"""A Project to the JSON-ready tree of the ``.towboard`` format."""

from __future__ import annotations

import math

from core.errors import InputError
from core.frames import angle_to_bearing
from core.io.fileformat import FORMAT_NAME, FORMAT_VERSION, KN, KNOT, Json, num
from core.model.capability import WAYS, Capability
from core.model.headway import placeholder_headway
from core.model.hull import Hull
from core.model.plan import Project, Stage
from core.model.tugs import Placement, Tug
from core.units import CHOICES, filed_bearing, filed_degrees


def angle(deg: float) -> float:
    """An angle in degrees as the file writes it (core.units.filed_degrees)."""
    return filed_degrees(deg)


def bearing(deg: float) -> float:
    """A bearing written in [0, 360): what rounds to 360 is written 0, so that
    save -> load -> save gives the same bytes."""
    return filed_bearing(deg)


def _opt(v: float | None, scale: float = 1.0) -> float | None:
    return None if v is None else num(v / scale)


def _pt(p: tuple[float, float]) -> list[float]:
    return [num(p[0]), num(p[1])]


def encode(project: Project) -> Json:
    """The project as a JSON-ready dict, keys in a fixed order."""
    return {
        "format": FORMAT_NAME,
        "format_version": FORMAT_VERSION,
        "plan": {
            "name": project.name,
            "revision": project.revision,
            "date": project.date,
            "prepared_by": project.prepared_by,
            "checked_by": project.checked_by,
            "approved_by": project.approved_by,
            "notes": project.notes,
            "history": [
                {"revision": r.revision, "date": r.date, "by": r.by, "description": r.description}
                for r in project.history
            ],
        },
        "display_units": {q: project.units.unit(q) for q in CHOICES},
        "clearance_margin_m": num(project.clearance_margin_m),
        "hulls": [_encode_hull(h) for h in project.hulls],
        "groups": [
            {
                "name": g.name,
                "members": [
                    {
                        "hull": m.hull,
                        "position_m": _pt((m.x, m.y)),
                        "heading_deg": bearing(angle_to_bearing(m.heading_rad)),
                    }
                    for m in g.members
                ],
            }
            for g in project.groups
        ],
        "tugs": [
            {
                "name": t.name,
                "type": t.tug_type,
                "role": t.role,
                "bollard_pull_kN": num(t.bollard_pull_n / KN),
                "astern_pull_kN": _opt(t.astern_pull_n, KN),
                "towing_point_height_m": _opt(t.towing_point_height_m),
                "certificate_date": t.certificate_date,
                "towline_length_m": _opt(t.towline_length_m),
                "towline_mbl_kN": _opt(t.towline_mbl_n, KN),
                "call_sign": t.call_sign,
                "working_channel": t.working_channel,
                "towline_warning_share_of_mbl": num(t.towline_warn_fraction),
                "capability": _encode_capability(t.capability_curves),
                "headway": _encode_headway(t),
            }
            for t in project.tugs
        ],
        "tug_efficiency": {
            "bollard_pull_kN": [num(v / KN) for v in project.tug_efficiency.bollard_pulls_n],
            "sea_state": [num(v) for v in project.tug_efficiency.sea_states],
            "efficiency": [[num(v) for v in row] for row in project.tug_efficiency.values],
        },
        "drift": {
            "ghost_times_s": [num(t) for t in project.drift.times_s],
            "horizon_s": num(project.drift.horizon_s),
        },
        "site": {
            "name": project.site.name,
            "features": [
                {
                    "name": f.name,
                    "kind": f.kind,
                    "closed": f.closed,
                    "points_m": [_pt(p) for p in f.points],
                }
                for f in project.site.features
            ],
        },
        "stages": [_encode_stage(project, s) for s in project.stages],
    }


def _encode_headway(t: Tug) -> Json:
    """The tug's share of its bollard pull by speed through the water, as [kn, share]
    rows; placeholder rows are marked."""
    table = t.headway or placeholder_headway()
    return {
        "placeholder": table.placeholder,
        "speed_kn_and_share": [[num(v), num(f)] for v, f in table.rows_kn],
    }


def _encode_capability(c: Capability) -> Json:
    """The capability with its values, each way as [relative bearing deg, share] pairs; a
    placeholder is marked (and worked out again from the tug's type when loaded)."""
    ways: Json = {}
    for way in WAYS:
        curve = c.curve(way)
        ways[way] = (
            None
            if curve is None
            else [
                [num(b), num(f)] for b, f in zip(curve.bearings_deg, curve.fractions, strict=True)
            ]
        )
    return {"placeholder": c.placeholder, "source": c.source, "bearing_deg_and_share": ways}


def _encode_hull(h: Hull) -> Json:
    return {
        "name": h.name,
        "outline_m": [_pt(p) for p in h.outline],
        "draught_m": _opt(h.draught_m),
        "freeboard_m": _opt(h.freeboard_m),
        "displacement_t": _opt(h.displacement_kg, 1000.0),
        "centre_of_gravity_m": None if h.cog is None else _pt(h.cog),
        "yaw_radius_of_gyration_m": _opt(h.yaw_gyradius_m),
        "added_mass_method": h.added_mass_method,
        "fittings": [
            {
                "name": f.name,
                "kind": f.kind,
                "type": f.fitting_type,
                "position_m": _pt((f.x, f.y)),
                "swl_kN": _opt(f.swl_n, KN),
                "tow_kN": _opt(f.tow_n, KN),
                "permitted_lead_deg": _sector(f.permitted_lead_rad),
            }
            for f in h.fittings
        ],
    }


def _sector(sector: tuple[float, float] | None) -> list[float] | None:
    """A (low, high) counter-clockwise hull-frame sector as [from, to] relative bearings,
    clockwise (counter-clockwise from low to high is clockwise from high to low)."""
    if sector is None:
        return None
    lo, hi = sector
    return [bearing(angle_to_bearing(hi)), bearing(angle_to_bearing(lo))]


def _working_sector(sector: tuple[float, float], push: bool) -> list[float]:
    """A working sector (low, high), counter-clockwise, as [from, to], degrees clockwise
    (relative bearings of a line, from 0 up to 360; push angles off square, from -180 up to
    180): counter-clockwise from low to high is clockwise from high to low. ``to`` is
    ``from`` plus the width for a whole circle, else taken round to the same range."""
    lo, hi = sector
    width = math.degrees(hi - lo)
    start = (
        angle((-math.degrees(hi) + 180.0) % 360.0 - 180.0)
        if push
        else bearing(angle_to_bearing(hi))
    )
    end = start + width if width >= 360.0 - 1e-9 else (start + width) % 360.0
    if push and end >= 180.0 and width < 360.0 - 1e-9:
        end -= 360.0
    return [start, angle(end)]


def _fitting_kind(project: Project, p: Placement) -> str:
    try:
        return project.hull(p.hull).fitting(p.point).kind
    except InputError:
        return "line"


def _encode_placement(project: Project, p: Placement) -> Json:
    d: Json = {
        "tug": p.tug,
        "hull": p.hull,
        "point": p.point,
        "setting_percent": num(p.setting * 100),
    }
    if _fitting_kind(project, p) == "push":
        d["push_angle_deg"] = angle(-math.degrees(p.lead_rad))
    else:
        d["lead_deg"] = bearing(angle_to_bearing(p.lead_rad))
        d["line_length_m"] = num(p.line_length_m)
    d["astern"] = p.astern
    push = _fitting_kind(project, p) == "push"
    if push:
        d["push_pull"] = p.push_pull
    if p.lead_sector_rad is not None:
        d["lead_sector_deg"] = _working_sector(p.lead_sector_rad, push)
    return d


def _encode_stage(project: Project, s: Stage) -> Json:
    c, lim = s.conditions, s.limits
    return {
        "name": s.name,
        "kind": s.kind,
        "notes": s.notes,
        "poses": [
            {"body": p.body, "position_m": _pt((p.x, p.y)), "heading_deg": bearing(p.heading_deg)}
            for p in s.poses
        ],
        "tugs": [_encode_placement(project, p) for p in s.placements],
        "conditions": {
            "wind_speed_kn": num(c.wind_speed_ms / KNOT),
            "wind_height_m": num(c.wind_height_m),
            "wind_from_deg": angle(c.wind_from_deg),
            "gust_factor": num(c.gust_factor),
            "current_speed_kn": num(c.current_speed_ms / KNOT),
            "current_towards_deg": angle(c.current_towards_deg),
            "air_density_kg_m3": num(c.air_density),
            "water_density_kg_m3": num(c.water_density),
            "wind_exponent": num(c.wind_exponent),
            "wind_coefficient_head_on": num(c.wind_coeff_head),
            "wind_coefficient_beam_on": num(c.wind_coeff_beam),
            "current_coefficient_head_on": num(c.current_coeff_head),
            "current_coefficient_beam_on": _opt(c.current_coeff_beam),
            "wind_area_head_on_m2": _opt(c.wind_area_head_m2),
            "wind_area_beam_on_m2": _opt(c.wind_area_beam_m2),
            "current_area_head_on_m2": _opt(c.current_area_head_m2),
            "current_area_beam_on_m2": _opt(c.current_area_beam_m2),
            "wind_centre_m": None if c.wind_centre_m is None else _pt(c.wind_centre_m),
            "current_centre_m": None if c.current_centre_m is None else _pt(c.current_centre_m),
            "sea_state": num(c.sea_state),
            "pressure_centre": c.pressure_centre,
            "wind_centre_head_on": num(c.wind_centre_head_on),
            "current_centre_head_on": num(c.current_centre_head_on),
            "water_depth_m": _opt(c.water_depth_m),
            "under_keel_margin_m": num(c.ukc_margin_m),
        },
        "goal": None
        if s.goal is None
        else {
            "kind": s.goal.kind,
            "force_ahead_kN": num(s.goal.fx_n / KN),
            "force_to_port_kN": num(s.goal.fy_n / KN),
            "moment_kNm": num(s.goal.moment_nm / KN),
            "speed_through_water_kn": num(s.goal.speed_ms / KNOT),
        },
        "limits": {
            "max_wind_kn": _opt(lim.max_wind_ms, KNOT),
            "max_current_kn": _opt(lim.max_current_ms, KNOT),
            "min_clearance_m": _opt(lim.min_clearance_m),
        },
        "swing": None
        if s.swing is None
        else {
            "start_heading_deg": bearing(s.swing.start_heading_deg),
            "end_heading_deg": bearing(s.swing.end_heading_deg),
            "bow_swings_to": s.swing.bow_to,
        },
    }
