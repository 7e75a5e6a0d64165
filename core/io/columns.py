"""A list of the file's entries read a column at a time: the plain case of thousands of tugs.

core.io.plain reads one tug or one placement at once; a plan of thousands of them is read
faster a field at a time across the whole list (one key of every entry, its types and its
range tested together in C loops: ``map``, ``min``, ``max``, ``sum``), then built in one
pass. Each helper here gives None as soon as a column is not plain throughout (a missing
key, a value of another type, a number outside its rule, a NaN): the list is then read an
entry at a time, and an entry that is not plain is read by the careful reader, which says
what is wrong with it. The numbers taken are those the entry readers take: a float, or an
int within 1e300 (not a bool), whose SI value ``v * factor`` lies within the rule's limits.
"""

from __future__ import annotations

from itertools import repeat
from operator import itemgetter
from typing import Any

from core.io.fileformat import FILE_UNITS
from core.model import rules

_NONE = type(None)
_NUMBER_TYPES = frozenset((float, int))
_REQUIRED: Any = object()


def file_bounds(rule: rules.Range) -> tuple[float, float, float]:
    """The SI value of one file unit of ``rule``'s kind, and the least and the greatest SI
    value that keep ``rule``: a number ``v`` of the file keeps it when
    ``lo <= v * factor <= hi`` (a float, or an int within 1e300 so that the product is
    one; not a bool)."""
    return (rules.unit_of(rule.kind, FILE_UNITS)[0], *rule.limits())


def keys(entries: list[Any]) -> set[str] | None:
    """The keys found in any of ``entries`` if each is a JSON object, else None."""
    if not set(map(type, entries)) <= {dict}:
        return None
    return set().union(*entries)


def column(entries: list[dict[str, Any]], key: str, default: Any = _REQUIRED) -> list[Any] | None:
    """The value at ``key`` of each entry (``default`` where it has none); None if the key
    is required (no default given) and an entry lacks it."""
    if default is _REQUIRED:
        try:
            return list(map(itemgetter(key), entries))
        except KeyError:
            return None
    return list(map(dict.get, entries, repeat(key), repeat(default)))


def all_of_type(values: list[Any], kind: type) -> bool:
    """Whether each of ``values`` is exactly a ``kind`` (a bool is no int, a str subclass
    no str)."""
    return set(map(type, values)) <= {kind}


def texts(values: list[Any], rule: rules.Text) -> bool:
    """Whether each of ``values`` is a text that keeps ``rule``."""
    return all_of_type(values, str) and rule.keeps_all(values)


def numbers(raw: list[Any], rule: rules.Range, nullable: bool = False) -> list[Any] | None:
    """The SI values of a column of the file's numbers in the file's unit for ``rule``
    (None for a null when ``nullable``), or None unless every one is taken."""
    if not raw:
        return []
    factor, lo, hi = file_bounds(rule)
    types = set(map(type, raw))
    values = raw
    if nullable and _NONE in types:
        types.discard(_NONE)
        values = [v for v in raw if v is not None]
        if not values:
            return raw
    if not types <= _NUMBER_TYPES:
        return None
    # Multiplying by a positive factor keeps the order (rounding is monotone), so the least
    # and the greatest SI values are those of the least and the greatest numbers; min and
    # max pass over a NaN that is not first (one first makes both NaN and fails the test),
    # and the sum of any list holding a NaN is NaN.
    least, most = min(values), max(values)
    if int in types and not (least > -1e300 and most < 1e300):
        return None  # an int beyond 1e300 makes no float
    if not (lo <= least * factor and most * factor <= hi):
        return None
    if float in types:
        total = sum(values)
        if total != total:
            return None
    if factor != 1.0:
        si = [v * factor for v in values]
    elif int in types:
        si = list(map(float, values))  # v * 1.0, as an entry reader gives it
    else:
        si = values
    if values is raw:
        return si
    taken = iter(si)
    return [None if v is None else next(taken) for v in raw]
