def test_the_panel_words_each_load_as_the_report_does(window) -> None:  # type: ignore[no-untyped-def]
    # The sample's swing stage in 40 kn: the wind load's own moment turns the pair (see
    # tests/core/test_report_conditions.py), though it is within the whole balance's
    # negligible moment; the panel says so with its sign, in the report's words.
    c = window.controller
    c.reset(twin_swing_in_wind(40.0))
    c.set_stage_index(1)
    text = window.solve_ui.conditions.effect.text().splitlines()
    br = c.stage_result().body("Lark pair")
    report = conditions_lines(c.stage, br, c.project.units)
    for ld in br.conditions.loads:
        words = load_words(ld, br.body, c.project.units)
        assert f"{ld.name.capitalize()} load {words}" in text
        assert any(line.endswith(words) for line in report)
    wind = next(line for line in text if line.startswith("Wind load"))
    assert "t·m about the centroid, swings bow to starboard" in wind
    assert ", -1" in wind  # the moment's sign, as the report prints it


def test_the_efficiency_table_dialog_builds_and_refuses(qtbot, monkeypatch) -> None:  # type: ignore[no-untyped-def]
    from core.model.efficiency import EfficiencyTable

    u = DisplayUnits()
    dlg = EfficiencyDialog(EfficiencyTable(), u)
    qtbot.addWidget(dlg)
    dlg.pulls.setText("30, 60")
    dlg.seas.setText("0, 4")
    dlg._reshape()
    dlg.grid.item(1, 1).setText("0.75")
    table = dlg.build()
    assert table.bollard_pulls_n == pytest.approx((30 * 9806.65, 60 * 9806.65))
    assert table.sea_states == (0.0, 4.0)
    assert table.values[1][1] == pytest.approx(0.75)
    said = []
    monkeypatch.setattr(QMessageBox, "warning", lambda *a: said.append(a[2]))
    dlg.grid.item(0, 1).setText("1.4")
    dlg._accept()
    assert dlg.table is None
    assert said and "efficiency table row 1: efficiency: 1.4 must be at most 1" in said[0]


# -- solving ----------------------------------------------------------------------------


def _choose_goal(qtbot, panel, kind: str) -> None:  # type: ignore[no-untyped-def]
    """Pick a goal kind in the combo box with the keyboard, as a person would."""
    box = panel.kind
    box.setFocus()
    while box.currentData() != kind:
        qtbot.keyClick(box, Qt.Key.Key_Down)
        assert box.currentIndex() < box.count()


def test_solve_pulls_without_a_goal_asks_for_one(holding, qtbot) -> None:  # type: ignore[no-untyped-def]
    c = holding.controller
    panel = holding.solve_ui.solve_panel
    before = c.project
    assert c.stage.goal is None
    with qtbot.waitSignal(c.message, timeout=2000) as sig:
        qtbot.mouseClick(panel.solve_button, Qt.MouseButton.LeftButton)
    assert "no goal" in sig.args[0]
    assert c.project is before
    panel.recheck()
    assert panel.outcome.text().startswith("No goal set: the pulls as set")
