def _decode_site(r: _Reader, value: Any) -> Site | None:
    d = r.obj(value, "site", (), ("name", "features"))
    if d is None:
        return None
    features = []
    for p, item in r.items(d, "features", "site"):
        f = r.obj(item, p, ("name", "kind", "points_m"), ("closed",))
        if f is None:
            continue
        pts = r.points(f, "points_m", p)
        if pts is None:
            continue
        feature = r.build(
            p,
            partial(
                SiteFeature, r.text(f, "name", p), f["kind"], tuple(pts), r.flag(f, "closed", p)
            ),
        )
        if feature is not None:
            features.append(feature)
    return Site(r.text(d, "name", "site"), tuple(features))


def _sector(pair: tuple[float, float]) -> tuple[float, float]:
    """[from, to] relative bearings, clockwise, as a (low, high) counter-clockwise hull-frame
    sector: clockwise from ``from`` to ``to`` is counter-clockwise from ``to`` to ``from``."""
    return (bearing_to_angle(pair[1]), bearing_to_angle(pair[0]))


class _Context:
    def __init__(self, hulls: dict[str, Hull], tugs: set[str], bodies: set[str]) -> None:
        self.hulls, self.tugs, self.bodies = hulls, tugs, bodies


def _decode_placement(r: _Reader, value: Any, path: str, ctx: _Context) -> Placement | None:
    d = r.obj(
        value,
        path,
        ("tug", "hull", "point", "setting_percent"),
        ("lead_deg", "line_length_m", "push_angle_deg", "astern", "lead_sector_deg"),
    )
    if d is None:
        return None
    tug, hull_name, point = (
        r.text(d, "tug", path),
        r.text(d, "hull", path),
        r.text(d, "point", path),
    )
    ok = True
    if tug not in ctx.tugs:
        r.fail(f"{path}.tug", f"{tug!r} is not a tug of this plan")
        ok = False
    hull = ctx.hulls.get(hull_name)
    kind = "line"
    if hull is None:
        r.fail(f"{path}.hull", f"{hull_name!r} is not a hull of this plan")
        ok = False
    else:
        names = {f.name: f.kind for f in hull.fittings}
        if point not in names:
            r.fail(f"{path}.point", f"{point!r} is not a fitting of hull {hull_name}")
            ok = False
        else:
            kind = names[point]
    # A setting is a share of the tug's usable pull: above 100 % cannot be asked of a tug, so a
    # file that says so is refused (issue 2 names this very message). A substitute tug short of
    # pull shows up as a shortfall of the stage's goal or a warning, not as a setting over 100 %.
    setting = r.number(d, "setting_percent", path, low=0.0, high=100.0, unit="%")
    if kind == "push":
        for key in ("lead_deg", "line_length_m"):
            if key in d:
                r.fail(f"{path}.{key}", f"does not apply at push point {point}; use push_angle_deg")
        angle = r.number(
            d, "push_angle_deg", path, default=0.0, low=-89.999, high=89.999, unit="deg"
        )
        lead = None if angle is None else -math.radians(angle)
        length: float | None = 30.0
    else:
        if "push_angle_deg" in d:
            r.fail(f"{path}.push_angle_deg", f"does not apply at line point {point}; use lead_deg")
        bearing = r.number(d, "lead_deg", path, default=0.0)
        lead = None if bearing is None else bearing_to_angle(bearing)
        length = r.number(d, "line_length_m", path, default=30.0, positive=True, unit="m")
    sector = None
    if d.get("lead_sector_deg") is not None:
        pair = r.point(d["lead_sector_deg"], f"{path}.lead_sector_deg")
        if pair is None:
            ok = False
        elif kind == "push":
            sector = (-math.radians(pair[1]), -math.radians(pair[0]))
        else:
            sector = _sector(pair)
    if not ok or setting is None or lead is None or length is None:
        return None
    return r.build(
        path,
        lambda: Placement(
            tug, hull_name, point, setting / 100.0, lead, length, r.flag(d, "astern", path), sector
        ),
    )
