from core.analysis.limits import WIND_LIMIT_LABEL
from core.analysis.stage import BodyResult, StageResult
from core.analysis.swing import is_swing_stage, swing_words
from core.frames import angle_to_bearing, turning_words
from core.mechanics.fittings import FittingLoad, FittingTotal
from core.mechanics.loads import load_words
from core.model.plan import Stage
from core.model.tugs import STANDING_BY, setting_words, standing_by
from core.solve.holdlimits import (
    SHOWN_UP_TO_MS,
    HoldLimits,
    above_words,
    limit_at,
    limit_cell,
    limit_words,
    shown_limit,
)
from core.solve.pulls import (
    PullsResult,
    shortfall_words,
)
from core.units import DisplayUnits, label, percent

#: Directions listed in the text report's hold limits table, degrees true.
TEXT_DIRECTIONS = tuple(range(0, 360, 30))


def _finite(v: float) -> float | None:
    return float(v) if math.isfinite(v) else None


# -- JSON (SI) --------------------------------------------------------------------------


def conditions_json(stage: Stage, br: BodyResult) -> dict[str, Any]:
    c = stage.conditions
    cl, body = br.conditions, br.body
    return {
        "wind_speed_ms": c.wind_speed_ms,
        "wind_height_m": c.wind_height_m,
        "wind_speed_10m_ms": cl.wind_speed_10m_ms,
        "design_wind_ms": cl.design_wind_ms,
        "gust_factor": c.gust_factor,
        "wind_from_true_deg": c.wind_from_deg,
        "wind_from_relative_deg": cl.wind_from_rel_deg,
        "current_speed_ms": c.current_speed_ms,
        "current_towards_true_deg": c.current_towards_deg,
        "current_towards_relative_deg": cl.current_towards_rel_deg,
        "sea_state": c.sea_state,
        "water_depth_m": c.water_depth_m,
        "under_keel_clearance_m": None if br.depth is None else br.depth.clearance_m,
        "under_keel_margin_m": c.ukc_margin_m,
        "current_depth_factor": 1.0 if br.depth is None else br.depth.factor,
        "loads": [
            {
                "name": ld.name,
                "point_m": list(ld.point),
                "force_N": {"ahead": ld.force[0], "to_port": ld.force[1]},
                "yaw_moment_about_centroid_Nm": ld.moment_about(body.centroid),
            }
            for ld in cl.loads
        ],
        "notes": [n.message for n in cl.notices],
    }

__Goal of the exercise__: Looking at the data above, write out exactly the lines that start at the one containing "return (rules.unit_of(rule.kind, FILE_UNITS)[0], *rule.limits())" and end at the one containing "def texts(values: list[Any], rule: rules.Text)"; include both and nothing beyond.

__Task solution__:
    return (rules.unit_of(rule.kind, FILE_UNITS)[0], *rule.limits())


def keys(entries: list[Any]) -> set[str] | None:
    """The keys found in any of ``entries`` if each is a JSON object, else None."""
    if not set(map(type, entries)) <= {dict}:
        return None
    return set().union(*entries)


def column(entries: list[dict[str, Any]], key: str, default: Any = _REQUIRED) -> list[Any] | None:
    """The value at ``key`` of each entry (``default`` where it has none); None if the key
    is required (no default given) and an entry lacks it."""
    if default is _REQUIRED:
        try:
            return list(map(itemgetter(key), entries))
        except KeyError:
            return None
    return list(map(dict.get, entries, repeat(key), repeat(default)))


def all_of_type(values: list[Any], kind: type) -> bool:
    """Whether each of ``values`` is exactly a ``kind`` (a bool is no int, a str subclass
    no str)."""
    return set(map(type, values)) <= {kind}


def texts(values: list[Any], rule: rules.Text) -> bool:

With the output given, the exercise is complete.